Start of Listed records
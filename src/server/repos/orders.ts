import { and, desc, eq, inArray } from 'drizzle-orm';
import type { Db, Tx } from '../db/client';
import { orders, paymentEvents, plates, projects, quotes, revisions, users, type OrderState } from '../db/schema';
import type { SessionUser } from '../auth/types';
import { AppError, forbidden, notFound } from '../errors';
import { audit } from './audit';
import { assertProject, projectAccess } from './projects';
import { getShopRates } from './shopSettings';
import { inspectionResultForOrder } from './orderInspection';
import { validateSpec } from '../plateEngine';
import { isDomainError } from '~/domain';
import { quoteGeometry, quotePlate, type QuoteLine } from '~/domain/quote';
import { paymentsClient, type CheckoutSession, type PaymentEvent } from '../payments/client';

const isDuplicate = (e: unknown) => {
  const code = (e as { code?: string }).code ?? (e as { cause?: { code?: string } }).cause?.code;
  return code === 'ER_DUP_ENTRY';
};

const DAY_MS = 86_400_000;

export const ORDER_STATE_LABEL: Record<OrderState, string> = {
  awaiting_payment: 'Awaiting payment',
  paid: 'Paid',
  in_production: 'In production',
  inspected: 'Inspected',
  shipped: 'Shipped',
};

/** The shop's steps, in order; payment is never set by hand. */
const NEXT_SHOP_STATE: Partial<Record<OrderState, OrderState>> = { paid: 'in_production', in_production: 'inspected', inspected: 'shipped' };

async function revisionWithPlate(db: Db | Tx, revisionId: number) {
  const [r] = await db
    .select({ id: revisions.id, number: revisions.number, status: revisions.status, spec: revisions.spec, specSha256: revisions.specSha256, plateId: plates.id, partNumber: plates.partNumber, title: plates.title, projectId: plates.projectId, ownerId: projects.ownerId })
    .from(revisions)
    .innerJoin(plates, eq(plates.id, revisions.plateId))
    .innerJoin(projects, eq(projects.id, plates.projectId))
    .where(eq(revisions.id, revisionId))
    .limit(1);
  return r;
}

/** Designers of the project, engineers and admins may quote and order; others see 404 (no leak). */
async function assertMayOrder(db: Db | Tx, user: SessionUser, projectId: number, what: string) {
  if (user.role === 'machinist') throw forbidden('Machinists make the plates; designers, engineers and admins request quotes.');
  const a = await projectAccess(db, user, projectId);
  if (!a.exists || !a.canView) throw notFound(what);
  if (!a.canEdit) throw forbidden('You may view this project but not order for it.');
}

export interface QuoteView {
  id: number;
  reference: string;
  revisionId: number;
  revisionNumber: number;
  plateId: number;
  partNumber: string;
  plateTitle: string;
  specSha256: string;
  quantity: number;
  currency: string;
  currencyMinorDigits: number;
  rounding: string;
  lines: QuoteLine[];
  totals: { perPlateMinor: number; partsMinor: number; discountMinor: number; setupMinor: number; taxMinor: number; totalMinor: number };
  validUntil: string;
  expired: boolean;
  state: 'open' | 'accepted';
  createdAt: string;
  order: { id: number; state: OrderState } | null;
}

export const quoteReference = (id: number) => `Q-${String(id).padStart(5, '0')}`;
export const orderReference = (id: number) => `O-${String(id).padStart(5, '0')}`;

type QuoteRow = typeof quotes.$inferSelect;

function toQuoteView(q: QuoteRow, r: { number: number; plateId: number; partNumber: string; title: string }, order: { id: number; state: OrderState } | null): QuoteView {
  return {
    id: q.id,
    reference: quoteReference(q.id),
    revisionId: q.revisionId,
    revisionNumber: r.number,
    plateId: r.plateId,
    partNumber: r.partNumber,
    plateTitle: r.title,
    specSha256: q.specSha256,
    quantity: q.quantity,
    currency: q.currency,
    currencyMinorDigits: q.currencyMinorDigits,
    rounding: 'half-up per line, whole minor units',
    lines: q.lines as QuoteLine[],
    totals: { perPlateMinor: q.perPlateMinor, partsMinor: q.partsMinor, discountMinor: q.discountMinor, setupMinor: q.setupMinor, taxMinor: q.taxMinor, totalMinor: q.totalMinor },
    validUntil: q.validUntil.toISOString(),
    expired: q.validUntil.getTime() <= Date.now(),
    state: q.state,
    createdAt: q.createdAt.toISOString(),
    order,
  };
}

/** A quote for an approved revision, from its geometry and the shop's current rates. */
export async function requestQuote(db: Db, user: SessionUser, revisionId: number, quantity: number): Promise<{ quote: QuoteView; recipients: { email: string; name: string }[]; shopName: string; taxLabel: string }> {
  const r = await revisionWithPlate(db, revisionId);
  if (!r) throw notFound('Revision');
  await assertMayOrder(db, user, r.projectId, 'Revision');
  if (r.status !== 'approved') {
    throw new AppError(409, 'not_approved', `Revision ${r.number} of ${r.partNumber} is ${r.status.replace('_', ' ')}; only an approved (released) revision can be quoted and made.`, { status: r.status });
  }
  const { rates } = await getShopRates(db);
  const spec = validateSpec(r.spec);
  let q;
  try {
    q = quotePlate(quoteGeometry(spec, rates.sawAllowanceMm), rates, quantity);
  } catch (e) {
    if (isDomainError(e)) {
      if (e.code === 'quote.quantity') throw new AppError(400, 'invalid_input', e.message, { fields: { quantity: e.message } });
      throw new AppError(409, e.code.replace('quote.', ''), e.message);
    }
    throw e;
  }
  const validUntil = new Date(Date.now() + rates.quoteValidDays * DAY_MS);
  const id = await db.transaction(async (tx) => {
    const [row] = await tx
      .insert(quotes)
      .values({
        revisionId,
        specSha256: r.specSha256,
        requestedById: user.id,
        quantity,
        currency: q.currency,
        currencyMinorDigits: q.currencyMinorDigits,
        lines: q.lines,
        rates,
        perPlateMinor: q.totals.perPlateMinor,
        partsMinor: q.totals.partsMinor,
        discountMinor: q.totals.discountMinor,
        setupMinor: q.totals.setupMinor,
        taxMinor: q.totals.taxMinor,
        totalMinor: q.totals.totalMinor,
        validUntil,
      })
      .$returningId();
    await audit(tx, user.id, 'quote.created', { type: 'quote', id: row.id }, { revisionId, quantity, totalMinor: q.totals.totalMinor, currency: q.currency });
    return row.id;
  });
  const quote = await getQuote(db, user, id);
  const people = await db.select({ email: users.email, name: users.name, active: users.active }).from(users).where(inArray(users.id, [...new Set([user.id, r.ownerId])]));
  return { quote, recipients: people.filter((p) => p.active), shopName: rates.shopName, taxLabel: rates.taxLabel };
}

async function loadQuote(db: Db | Tx, user: SessionUser, quoteId: number) {
  const [q] = await db.select().from(quotes).where(eq(quotes.id, quoteId)).limit(1);
  if (!q) throw notFound('Quote');
  const r = await revisionWithPlate(db, q.revisionId);
  if (!r) throw notFound('Quote');
  if (user.role === 'machinist') throw notFound('Quote');
  await assertProject(db, user, r.projectId, 'view').catch(() => {
    throw notFound('Quote');
  });
  return { q, r };
}

export async function getQuote(db: Db | Tx, user: SessionUser, quoteId: number): Promise<QuoteView> {
  const { q, r } = await loadQuote(db, user, quoteId);
  const [o] = await db.select({ id: orders.id, state: orders.state }).from(orders).where(eq(orders.quoteId, q.id)).limit(1);
  return toQuoteView(q, r, o ?? null);
}

/** Quotes of one revision, newest first (for the plate page). */
export async function listRevisionQuotes(db: Db, user: SessionUser, revisionId: number): Promise<QuoteView[]> {
  const r = await revisionWithPlate(db, revisionId);
  if (!r || user.role === 'machinist') throw notFound('Revision');
  await assertProject(db, user, r.projectId, 'view').catch(() => {
    throw notFound('Revision');
  });
  const rows = await db.select().from(quotes).where(eq(quotes.revisionId, revisionId)).orderBy(desc(quotes.id)).limit(20);
  const os = rows.length ? await db.select({ id: orders.id, state: orders.state, quoteId: orders.quoteId }).from(orders).where(inArray(orders.quoteId, rows.map((x) => x.id))) : [];
  return rows.map((q) => toQuoteView(q, r, os.find((o) => o.quoteId === q.id) ?? null));
}

async function createCheckout(user: SessionUser, q: QuoteRow, r: { number: number; plateId: number; partNumber: string; title: string; id: number }, appBase: string, idempotencyKey: string): Promise<CheckoutSession> {
  const ref = quoteReference(q.id);
  try {
    return await paymentsClient().checkout.sessions.create(
      {
        mode: 'payment',
        line_items: [
          {
            quantity: 1,
            price_data: {
              currency: q.currency.toLowerCase(),
              unit_amount: q.totalMinor,
              product_data: { name: `${r.partNumber} rev ${r.number} adapter plate × ${q.quantity}`, description: `Quote ${ref}, tax included` },
            },
          },
        ],
        client_reference_id: ref,
        metadata: { quoteId: String(q.id), revisionId: String(r.id) },
        payment_intent_data: { metadata: { quoteId: String(q.id) } },
        customer_email: user.email,
        success_url: `${appBase}/orders?paid=${ref}`,
        cancel_url: `${appBase}/plates/${r.plateId}?rev=${r.id}#quote`,
      },
      { idempotencyKey },
    );
  } catch (e) {
    if (e instanceof AppError) throw e;
    const msg = e instanceof Error ? e.message : String(e);
    console.error(`[platewright] checkout session for ${ref} failed: ${msg}`);
    throw new AppError(502, 'payment_unavailable', `The payment service did not answer (${msg}); the quote is still open and nothing was charged. Try again in a moment.`);
  }
}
End of Listed records
Work instructions: Your reply should be an exact copy of every line from the line with "payment service did" through the final line of the data, and nothing more.

Solution to the problem:
    throw new AppError(502, 'payment_unavailable', `The payment service did not answer (${msg}); the quote is still open and nothing was charged. Try again in a moment.`);
  }
}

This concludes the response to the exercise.